Optional arguments (for downloading COSMIC databases)
-mc
--mutation_class
'cancer' (default), 'cell_line', 'census', 'resistance', 'genome_screen', 'targeted_screen', or 'cancer_example'
Type of COSMIC database to download.
-cv
--cosmic_version
Version of the COSMIC database. Default: None -> Defaults to latest version.
-gv
--grch_version
Version of the human GRCh reference genome the COSMIC database was based on (37 or 38). Default: 37
--keep_genome_info
Whether to keep genome information in the modified database for use with gget mutate. Default: False
--remove_duplicates
Whether to remove duplicate rows from the modified database for use with gget mutate. Default: False
Optional arguments (general)
-o
--out
Path to the file (or folder when downloading databases with the download_cosmic
flag) the results will be saved in, e.g. 'path/to/results.json'.
Default: None
-> When download_cosmic=False: Results will be returned to standard out
-> When download_cosmic=True: Database will be downloaded into current working directory
Flags (general)
-csv
--csv
Command-line only. Returns results in CSV format.
Python: Use json=True
to return output in JSON format.
-q
--quiet
Command-line only.

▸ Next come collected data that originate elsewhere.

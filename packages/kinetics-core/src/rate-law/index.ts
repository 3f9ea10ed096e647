export { fitRateLaw } from "./fit-rate-law";
export type {
  AddedVariable,
  BudgetLine,
  LackOfFit,
  OrderCombination,
  RateConstant,
  RateLawFit,
  RateLawInput,
  RateLawResult,
  RateLawRun,
  Separability,
  SharedUncertainty,
  SimpleOrderReading,
} from "./rate-law";
export { type VarianceComponents, type VarianceProblem, varianceComponents } from "./restricted-likelihood";
export { nearestSimpleOrder, SIMPLE_ORDERS } from "./simple-orders";
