/**
 * Reduced row echelon form by Gauss-Jordan with row pivoting: the same space as the rows given, written so that a
 * reader sees few coefficients, each row led by a 1. Entries below 1e-7 of the greatest are rounding and become 0.
 */
export function reducedRows(rows: readonly (readonly number[])[]): readonly (readonly number[])[] {
  const work = rows.map((row) => [...row]);
  const width = work[0]?.length ?? 0;
  const negligible = 1e-7 * Math.max(0, ...work.flat().map(Math.abs));
  let done = 0;
  for (let column = 0; column < width && done < work.length; column++) {
    let pivot = done;
    for (let i = done; i < work.length; i++)
      if (Math.abs(work[i]?.[column] ?? 0) > Math.abs(work[pivot]?.[column] ?? 0)) pivot = i;
    const leader = work[pivot];
    const lead = leader?.[column] ?? 0;
    if (leader === undefined || Math.abs(lead) <= negligible) continue;
    work[pivot] = work[done] ?? [];
    const scaled = leader.map((value) => value / lead);
    work[done] = scaled;
    for (let i = 0; i < work.length; i++) {
      if (i === done) continue;
      const factor = work[i]?.[column] ?? 0;
      work[i] = (work[i] ?? []).map((value, j) => value - factor * (scaled[j] ?? 0));
    }
    done += 1;
  }
  return work.slice(0, done).map((row) => {
    const greatest = Math.max(0, ...row.map(Math.abs));
    return row.map((value) => (Math.abs(value) <= 1e-7 * greatest ? 0 : value));
  });
}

Prevents progress information from being displayed.
Python: Use verbose=False
to prevent progress information from being displayed.
Examples
Query information
gget cosmic EGFR
# Python
gget.cosmic("EGFR")
→ Returns mutations in the EGFR gene that are associated with cancer in the format:
Gene | Syntax | Alternate IDs | Canonical |
---|---|---|---|
EGFR | c.*2446A>G | EGFR c.*2446A>G, EGFR p.?, ... | y |
EGFR | c.(2185_2283)ins(18) | EGFR c.(2185_2283)ins(18), EGFR p.?, ... | y |
. . . | . . . | . . . | . . . |
Downloading COSMIC databases
gget cosmic --download_cosmic
# Python
gget.cosmic(searchterm=None, download_cosmic=True)
→ Downloads the COSMIC cancer database of the latest COSMIC release into the current working directory.
References
If you use gget cosmic
in a publication, please cite the following articles:
-
Luebbert, L., & Pachter, L. (2023). Efficient querying of genomic reference databases with gget. Bioinformatics. https://doi.org/10.1093/bioinformatics/btac836
-
Tate JG, Bamford S, Jubb HC, Sondka Z, Beare DM, Bindal N, Boutselakis H, Cole CG, Creatore C, Dawson E, Fish P, Harsha B, Hathaway C, Jupe SC, Kok CY, Noble K, Ponting L, Ramshaw CC, Rye CE, Speedy HE, Stefancsik R, Thompson SL, Wang S, Ward S, Campbell PJ, Forbes SA. COSMIC: the Catalogue Of Somatic Mutations In Cancer. Nucleic Acids Res. 2019 Jan 8;47(D1):D941-D947. doi: 10.1093/nar/gky1015. PMID: 30371878; PMCID: PMC6323903.